By Jerry Geisel
WASHINGTON — For a change, employers have scored a victory — albeit a modest one — in Congress on legislation affecting cash balance pension plans.
Late last month, congressional negotiators assembling a giant spending bill quietly knocked out a provision that would have barred the Treasury Department from taking any action to assist in the overturning of a 2003 federal court ruling that held that IBM Corp.'s cash balance plan discriminates against older employees.
That provision, proposed by longtime cash balance plan critic Rep. Bernard Sanders, I-Vt., was approved last summer by the House of Representatives on a 237-162 vote as an amendment to a broader bill appropriating funds to the Treasury Department and several other federal agencies.
Under that amendment, the Treasury Department could have done nothing through Sept. 30, 2005, that would have the effect of undoing a July 31, 2003, decision by U.S. District Court Judge G. Patrick Murphy, who issued a ruling that IBM's 5-year-old cash balance plan was discriminatory.
Since Judge Murphy's ruling and after the House action, IBM and plaintiffs agreed to partially settle the litigation. Under one part of the settlement, IBM will pay — in the form of enhanced benefits — $320 million to plan participants to settle claims regarding IBM's 1995 conversion of its traditional pension plan to a hybrid design known as a pension equity plan.
Under the other part of the settlement, IBM will appeal Judge Murphy's ruling that IBM's cash balance plan, which the Armonk, N.Y.-based company set up in 1999 to succeed the PEP plan, is age discriminatory. If IBM prevails on appeal, it will have no further liability. If it loses, its liability will be capped at $1.4 billion, also payable in the form of enhanced benefits.
The Senate, though, failed to complete action on the House-passed appropriations bill, which included the Sanders' cash balance plan amendment. It also did not act on numerous other appropriations bills.
With time running short in the legislative session, Congressional leaders decided to bundle the various uncompleted appropriations bills into one measure, which was signed by President Bush Dec. 8.
In assembling the broad bill, though, congressional negotiators stripped the Sanders amendment from it. Employer benefit lobbyists say the deletion was the result of several factors, including opposition from several senators and quiet lobbying from the Bush administration signaling its opposition to the amendment.
Given that the Treasury Department has no current plans to issue cash balance plan regulations, the congressional victory on the removal of the Sanders amendment is a modest one, observers note.
"While there will not be any restrictions on how Treasury spends its money, it is pretty unlikely Treasury will restart the regulatory process," said Kyle Brown, an attorney with Watson Wyatt Worldwide in Washington.
Still, the discarding of the Sanders amendment contrasts sharply with prior congressional action regarding cash balance plans. The Senate last year, for example, approved an amendment — introduced by Sen.

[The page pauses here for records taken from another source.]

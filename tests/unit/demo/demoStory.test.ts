// The demo network must give the screens something true to find. Each story is measured crudely from the
// generated rows, the way an analyst with a spreadsheet would: every attempt (summaries and streams, the
// streams analysed and all attempts scored with Quarterbeat's default policy), grouped and averaged.
import { beforeAll, describe, expect, it } from "vitest";
import { generateDemoNetwork } from "../../../server/demo/generate";
import type { AttemptError } from "../../../shared/scoring/scoreAttempt";
import { classifyAgainstFunnel, cohensKappa, kappaTableFromPairs } from "../../../shared/stats";
import { groupBy, mean, measuredAttempts, quarterOfDate, readFiles, type DemoFiles, type MeasuredAttempt } from "./demoRows";

const LOW_OUTLIER = "IN06";
const HIGH_OUTLIER = "IN08";

let files: DemoFiles;
let attempts: MeasuredAttempt[];

beforeAll(() => {
  files = readFiles(generateDemoNetwork({ seed: 20261201, today: "2026-12-01" }));
  attempts = measuredAttempts(files);
});

const passRate = (list: MeasuredAttempt[]) => mean(list.map((a) => (a.score.passed ? 1 : 0)));
const meanOf = (list: MeasuredAttempt[], value: (a: MeasuredAttempt) => number) => mean(list.map(value));

/** Mean share of compressions with each fault, for one group of attempts. */
function faultShares(list: MeasuredAttempt[]): Record<string, number> {
  return {
    too_shallow: meanOf(list, (a) => a.metrics.too_shallow_pct),
    too_deep: meanOf(list, (a) => a.metrics.too_deep_pct),
    too_slow: meanOf(list, (a) => a.metrics.too_slow_pct),
    too_fast: meanOf(list, (a) => a.metrics.too_fast_pct),
    incomplete_recoil: meanOf(list, (a) => 100 - a.metrics.recoil_ok_pct),
  };
}

/** The attempt error (as scored) that most attempts of the group have. */
function commonestError(list: MeasuredAttempt[]): AttemptError {
  const counts = new Map<AttemptError, number>();
  for (const a of list) for (const e of a.score.errors) counts.set(e, (counts.get(e) ?? 0) + 1);
  return [...counts].sort((x, y) => y[1] - x[1])[0][0];
}

const largest = (shares: Record<string, number>) => Object.entries(shares).sort((a, b) => b[1] - a[1])[0][0];

describe("demo story: faults by patient type", () => {
  it("infant attempts are most often too shallow", () => {
    const infants = attempts.filter((a) => a.profile === "infant");
    expect(infants.length).toBeGreaterThan(1000);
    expect(largest(faultShares(infants))).toBe("too_shallow");
    expect(commonestError(infants)).toBe("too_shallow");
  });

  it("adult attempts are most often too fast or leaning", () => {
    const adults = attempts.filter((a) => a.profile === "adult");
    const infants = attempts.filter((a) => a.profile === "infant");
    expect(["too_fast", "incomplete_recoil"]).toContain(largest(faultShares(adults)));
    expect(["too_fast", "incomplete_recoil"]).toContain(commonestError(adults));
    // More often than infants, too.
    expect(faultShares(adults).too_fast).toBeGreaterThan(faultShares(infants).too_fast);
    expect(faultShares(adults).incomplete_recoil).toBeGreaterThan(faultShares(infants).incomplete_recoil);
    expect(faultShares(adults).too_shallow).toBeLessThan(faultShares(infants).too_shallow);
  });
});

describe("demo story: live feedback", () => {
  it("scores lower with the live display hidden", () => {
    const hidden = attempts.filter((a) => a.feedback === "hidden");
    const live = attempts.filter((a) => a.feedback === "live");
    expect(hidden.length).toBeGreaterThan(1000);
    expect(live.length).toBeGreaterThan(1000);
    expect(meanOf(hidden, (a) => a.metrics.depth_ok_pct)).toBeLessThan(meanOf(live, (a) => a.metrics.depth_ok_pct) - 5);
    expect(passRate(hidden)).toBeLessThan(passRate(live) - 0.1);
  });
});

describe("demo story: instructors", () => {
  const byInstructor = () => groupBy(attempts, (a) => a.classRow.instructor);

  it("puts the low outlier last and the high outlier first", () => {
    const meanScore = [...byInstructor()].map(([code, list]) => ({ code, score: meanOf(list, (a) => a.score.score) }));
    meanScore.sort((a, b) => a.score - b.score);
    expect(meanScore[0].code).toBe(LOW_OUTLIER);
    expect(meanScore[meanScore.length - 1].code).toBe(HIGH_OUTLIER);
  });

  it("places exactly the two outliers beyond the 99.8 % funnel limits of the network's pass rate", () => {
    // Funnel limits for a proportion: Spiegelhalter, Stat Med 2005;24:1185–1202 (shared/stats, exact method).
    const network = passRate(attempts);
    const positions = Object.fromEntries(
      [...byInstructor()].map(([code, list]) => [code, classifyAgainstFunnel(list.filter((a) => a.score.passed).length, list.length, network)]),
    );
    expect(positions[LOW_OUTLIER]).toBe("below998");
    expect(positions[HIGH_OUTLIER]).toBe("above998");
    const others = Object.entries(positions).filter(([code]) => code !== LOW_OUTLIER && code !== HIGH_OUTLIER);
    expect(others.filter(([, position]) => position === "below998" || position === "above998")).toEqual([]);
  });
});

describe("demo story: instructors' own results", () => {
  it("pass more learners than the measurements do", () => {
    const judged = attempts.filter((a) => a.instructorResult !== "");
    const instructorPass = mean(judged.map((a) => (a.instructorResult === "pass" ? 1 : 0)));
    expect(instructorPass).toBeGreaterThan(passRate(judged) + 0.15);
    // The class log's completions, too.
    const learners = files.classes.reduce((sum, c) => sum + Number(c.learners), 0);
    const passed = files.classes.reduce((sum, c) => sum + Number(c.passed), 0);
    expect(passed / learners).toBeGreaterThan(passRate(attempts) + 0.15);
    // Some attempts carry no instructor result at all.
    expect(attempts.length - judged.length).toBeGreaterThan(100);
  });

  it("agree only modestly with the measurements", () => {
    const judged = attempts.filter((a) => a.instructorResult !== "");
    const table = kappaTableFromPairs(judged.map((a) => [a.instructorResult === "pass", a.score.passed] as const));
    const { kappa } = cohensKappa(table);
    // Landis & Koch (Biometrics 1977) call 0.21–0.40 "fair" agreement (from memory); allow a little either way.
    expect(kappa).toBeGreaterThan(0.15);
    expect(kappa).toBeLessThan(0.5);
  });
});

describe("demo story: the refresher", () => {
  it("is followed by clearly better results from 2026-Q2", () => {
    const byQuarter = groupBy(attempts, (a) => quarterOfDate(a.classRow.date));
    const year2025 = attempts.filter((a) => a.classRow.date < "2026-01-01");
    const afterRefresher = attempts.filter((a) => a.classRow.date >= "2026-04-01");
    expect(meanOf(afterRefresher, (a) => a.score.score)).toBeGreaterThan(meanOf(year2025, (a) => a.score.score) + 3);
    expect(passRate(afterRefresher)).toBeGreaterThan(passRate(year2025) + 0.08);
    // The refresher quarter itself is not yet the step up; every later quarter is above every 2025 quarter.
    const rate = (q: string) => passRate(byQuarter.get(q)!);
    expect(rate("2026-Q1")).toBeLessThan(passRate(afterRefresher));
    const best2025 = Math.max(...["2025-Q1", "2025-Q2", "2025-Q3", "2025-Q4"].map(rate));
    for (const q of ["2026-Q2", "2026-Q3", "2026-Q4"]) expect(rate(q)).toBeGreaterThan(best2025);
  });
});

describe("demo story: equipment", () => {
  it("shows a site that cleaned too few mouthpieces until autumn 2025", () => {
    const cleansPerLearner = (list: typeof files.classes) =>
      list.reduce((s, c) => s + Number(c.mouthpieces_cleaned), 0) / list.reduce((s, c) => s + Number(c.learners), 0);
    const logged = files.classes.filter((c) => c.mouthpieces_cleaned !== "");
    const gap = logged.filter((c) => c.site === "LTQ" && c.date < "2025-10-01");
    const elsewhere = logged.filter((c) => !(c.site === "LTQ" && c.date < "2025-10-01"));
    // Policy default: at least one clean per learner (shared/scoring/policy.ts).
    expect(cleansPerLearner(gap)).toBeLessThan(1);
    expect(cleansPerLearner(elsewhere)).toBeGreaterThanOrEqual(1);
  });
});
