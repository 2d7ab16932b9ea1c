// The demo network's files: formats, counts, dates, arithmetic and cross-references between the files.
import { beforeAll, describe, expect, it } from "vitest";
import { generateDemoNetwork, type DemoNetwork } from "../../../server/demo/generate";
import { DEFAULT_POLICY, type PatientType } from "../../../shared/scoring/policy";
import { headerOf, readCsv, readFiles, streamsByAttempt, type DemoFiles, type Row } from "./demoRows";

const TODAY = "2026-12-01";

let network: DemoNetwork;
let files: DemoFiles;
let streams: Map<string, Row[]>;

beforeAll(() => {
  network = generateDemoNetwork({ seed: 20261201, today: TODAY });
  files = readFiles(network);
  streams = streamsByAttempt(files.compressions);
});

/** One row per attempt of the compressions file (the identity columns; the stream test checks the rest). */
const firstRows = () => [...streams.values()].map((rows) => rows[0]);

const typeOfAsset = (assetId: string): PatientType => ({ A: "adult", C: "child", I: "infant" })[assetId.split("-")[1][0]] as PatientType;

describe("demo network: determinism", () => {
  it("gives byte-identical output for the same seed and today", () => {
    const again = generateDemoNetwork({ seed: 20261201, today: TODAY });
    expect(again.files).toEqual(network.files);
    expect(JSON.stringify(again)).toBe(JSON.stringify(network));
  });

  it("gives different files for a different seed, with the same directory", () => {
    const other = generateDemoNetwork({ seed: 7, today: TODAY });
    for (const kind of ["classes", "attempts", "compressions", "equipment"] as const) {
      expect(other.files[kind]).not.toBe(network.files[kind]);
    }
    expect(other.instructors).toEqual(network.instructors);
  });

  it("refuses a today that is not a date", () => {
    expect(() => generateDemoNetwork({ today: "2026-13-01" })).toThrow(RangeError);
    expect(() => generateDemoNetwork({ seed: 1.5 })).toThrow(RangeError);
  });
});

Tom Harkin, D-Iowa, also as part of a Treasury Department appropriations bill — to prevent Treasury from finalizing regulations it proposed in late 2002 that would have recognized that the basic design of cash balance plans is not age-discriminatory. Chilled by the Senate vote, the Treasury Department withdrew the regulations.
Cash balance plans give employees a credit equal to a percentage of pay and provide interest on benefit accounts.
Some say the refusal of Congress this time around to take up the Sanders amendment may signal a changing and improving congressional attitude toward the plans, which combine elements of defined benefit and defined contribution plans. About 1,200 cash balance plans have been established, with about 25% of defined benefit participants enrolled in the plans.
"I think legislators are beginning to appreciate that cash balance plans are an integral part of the defined benefit plan universe," said Mark Ugoretz, president of the ERISA Industry Committee in Washington.
Plan supporters hope that when the new legislative session begins in January, Congress, working with the Treasury Department, will finally develop rules that cash balance plan sponsors can follow, eliminating the legal uncertainties they now face.
"I have a reasonable amount of optimism that an appropriate resolution can be found," said Scott Macey, a senior vice president in the Somerset, N.J., office of Aon Consulting.
Jerry Geisel is editor-at-large of Business Insurance, a sister publication of Pensions & Investments.